Blogging from the Highlands of Scotland until I return to the Murcia region of Spain towards the end of January 2018 for about a month
'From fanaticism to barbarism is only one step' - Diderot

Sunday, 25 July 2004

France, Turkey and the EU (and the US-psyche)

There is an interesting article in Newsweek about a supposed change in the policy of President Chirac, therefore presumably France, toward the accession of Turkey to the European Union. France has until now been firmly opposed to this, but the article suggests that Chirac's position has changed and that he will now support an application by Turkey to join the EU. It is suggested this flows from commitments by Turkey to purchase Airbus aircraft and suggestions Turkey may seek to acquire French nuclear [power-generation] technology.

The article also discusses the rivalry which has developed between Chirac and French Finance Minister Nicolas Sarkozy, who remains firmly opposed to Turkey joining the EU.

Whilst all this is very interesting, and to some degree enlightening, it is also clear that the current running through this article is one I have touched on before; the basic opposition in the US toward further EU expansion and integration; the US seems to believe that an enlarged and more integrated EU, specially one dominated by France and/or Germany, will be a 'rival' to the US itself.

It is true that the EU is probably the only potential rival, economically, to the US. Whether it is a potential military or political rival is far less clear. And in any case I think it shows [regrettably typically-American] naivete to have its world-view limited by what seems to be a blind loathing of all things French, to the extent that it is a point of serious discussion in certain quarters that one of the rivals in the forthcoming US Presidential election is "too French-looking", or renaming "French Fries" as "Freedom Fries" - of course, we Britons call the latter "Chips" anyway, a name Americans reserve for what we in the UK call "Crisps". Now, apart from this detour into some of what separates two major forms of English (British, the original and best [that's a joke, by the way, just to irritate], and American), this American obsession with France is bizarre. It smacks, frankly, of some kind of inferiority complex amongst some Americans. The US is the most powerful nation on earth, what do they (or should they) care what France thinks? Apart from the normal courtesies of relations between civilised countries the answer should probably be 'not much', once you get over the trade links between the two of them, which I expect are reasonably significant. The fact, however, that there is such an obsessive negative view of France from a pretty important segment of the US population speaks volumes - they really do care, but seem to hate themselves for caring, what France thinks and does.

Just a final couple of points.

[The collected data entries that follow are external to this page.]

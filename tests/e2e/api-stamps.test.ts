/**
 * The interface of the built server with the released tables: stamps as published pages print them, each of which names
 * its source in `tests/published`, asked for over HTTP.
 */
import { describe, expect, it } from 'vitest';
import { samples, unmet, type Expectation } from '../published/samples';
import { ask } from '../fixtures/asking';
import { readAnswerSchema, stampsAnswerSchema } from '../../src/lib/types';

type Sample = Record<string, string>;

const EACH = 3;
const published: readonly Sample[] = [
	...['chrysler', 'ford', 'gm'].flatMap((maker) => samples(`stamps/${maker}.csv`)),
	...samples('serials/gm.csv').map((sample) => ({ ...sample, kind: 'serial' }))
].filter((sample: Sample) => sample['known_miss'] === '');

/** What the interface takes of an example: the division stands for its maker where one is named. */
const asked = ({ kind = '', text = '', maker, division, year, serial, field }: Sample) => ({
	kind,
	text,
	...((division || maker) && { maker: division || maker }),
	...(year && { year }),
	...(serial && { serial }),
	...(field && { field })
});

async function answerTo(sample: Sample) {
	const { status, body } = await ask(`/api/v1/readings?${new URLSearchParams(asked(sample))}`);
	expect(status, body).toBe(200);
	return readAnswerSchema.parse(JSON.parse(body));
}
const expected = (sample: Sample) => JSON.parse(sample['expect'] ?? '{}') as Expectation;

describe('published stamps over HTTP', () => {
	it.each(['serial', 'body_tag', 'engine', 'casting'])(
		'of kind %s read as published',
		async (kind) => {
			const some = published.filter((sample) => sample.kind === kind).slice(0, EACH);
			expect(some).toHaveLength(EACH);
			for (const sample of some) {
				const answer = await answerTo(sample);
				expect(answer.input.kind).toBe(kind);
				expect(unmet(answer.readings[0], expected(sample))).toEqual([]);
			}
		}
	);

	it('of kind date read as published, day by day', async () => {
		const days = samples('dates/dates.csv').filter(
			({ expect: day = '', year, years }) => /^\d{4}-/.test(day) && year !== '' && years === ''
		);
		for (const { text, year, expect: day } of days.slice(0, EACH)) {
			const { input, readings } = await answerTo({
				kind: 'date',
				text: text ?? '',
				year: year ?? ''
			});
			expect(input.kind).toBe('date');
			const found = readings.flatMap(({ fields }) => fields.flatMap(({ values }) => values));
			expect(found).toContainEqual(expect.objectContaining({ earliest: day, latest: day }));
		}
	});

	// 1966 Ford plate in stamps/ford.csv: paint V is Emberglo.
	it('of kind code read as published', async () => {
		const { input, readings } = await answerTo({
			kind: 'code',
			text: 'V',
			maker: 'ford',
			year: '1966',
			field: 'paint'
		});
		expect(input.kind).toBe('code');
		const meanings = readings.flatMap(({ fields }) =>
			fields.flatMap(({ meaning, possible }) => [meaning, ...possible.map((one) => one.meaning)])
		);
		expect(meanings.join('; ')).toContain('Emberglo');
	});

	it('of one car are read in one request, and held against each other', async () => {
		const [text = ''] = published
			.filter(
				({ kind, maker, text = '' }) =>
					kind === 'body_tag' && maker === 'ford' && text.includes('/')
			)
			.map(({ text }) => text);
		const [serial = '', plate = ''] = text.split(' / ');
		const { status, body } = await ask('/api/v1/readings', {
			json: {
				stamps: [
					{ kind: 'serial', text: serial, place: 'door' },
					{ kind: 'body_tag', text: `${serial} / ${plate}` }
				]
			}
		});
		expect(status, body).toBe(200);
		const { stamps, lines } = stampsAnswerSchema.parse(JSON.parse(body));
		expect(stamps.map(({ input }) => input.kind)).toEqual(['serial', 'body_tag']);
		const results = new Map(lines.map(({ attribute, result }) => [attribute, result]));
		expect(results.get('sequence_number')).toBe('tallies');
		expect(results.get('paint')).toBe('not_looked_at');
	});
});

I used to read Newsweek regularly, indeed I subscribed to it for many years (mainly when I lived in the Middle and Far East) and I always considered it a vastly superior publication to its main US rival, Time, although neither compare in quality to The Economist. How Newsweek and Time compare nowadays I can't really say as I now read neither very frequently. However, when the writer of the article in Newsweek can say "The admission of a populous, nationalistic, Muslim Turkey (with the most votes in the Union) would certainly dilute Paris's influence.", all I can say in response is that the writer really does need to check his facts - Germany, with a population of 90 or so millions, is vastly larger than Turkey with about 65 or so millions today. Of course,to be fair to Newsweek, it may be alluding to the very different demographics of Turkey and most of the present EU member states who have ageing populations, as in many industrialised countries. Turkey has a very different demography with over 60% less than 30 years old (in 1997, the latest figures I have). I got the Newsweek link from Andrew Sullivan - that really says it all, so far as obsessive anti-EU(ism) - to coin a word - is concerned.

But so what? We in the UK favour the entry of Turkey into the EU, just as we favoured the entry of the ten countries which joined in May this year. Scare stories about a "nationalistic, Muslim Turkey" might wash in the US mid-west, but frankly they don't wash here.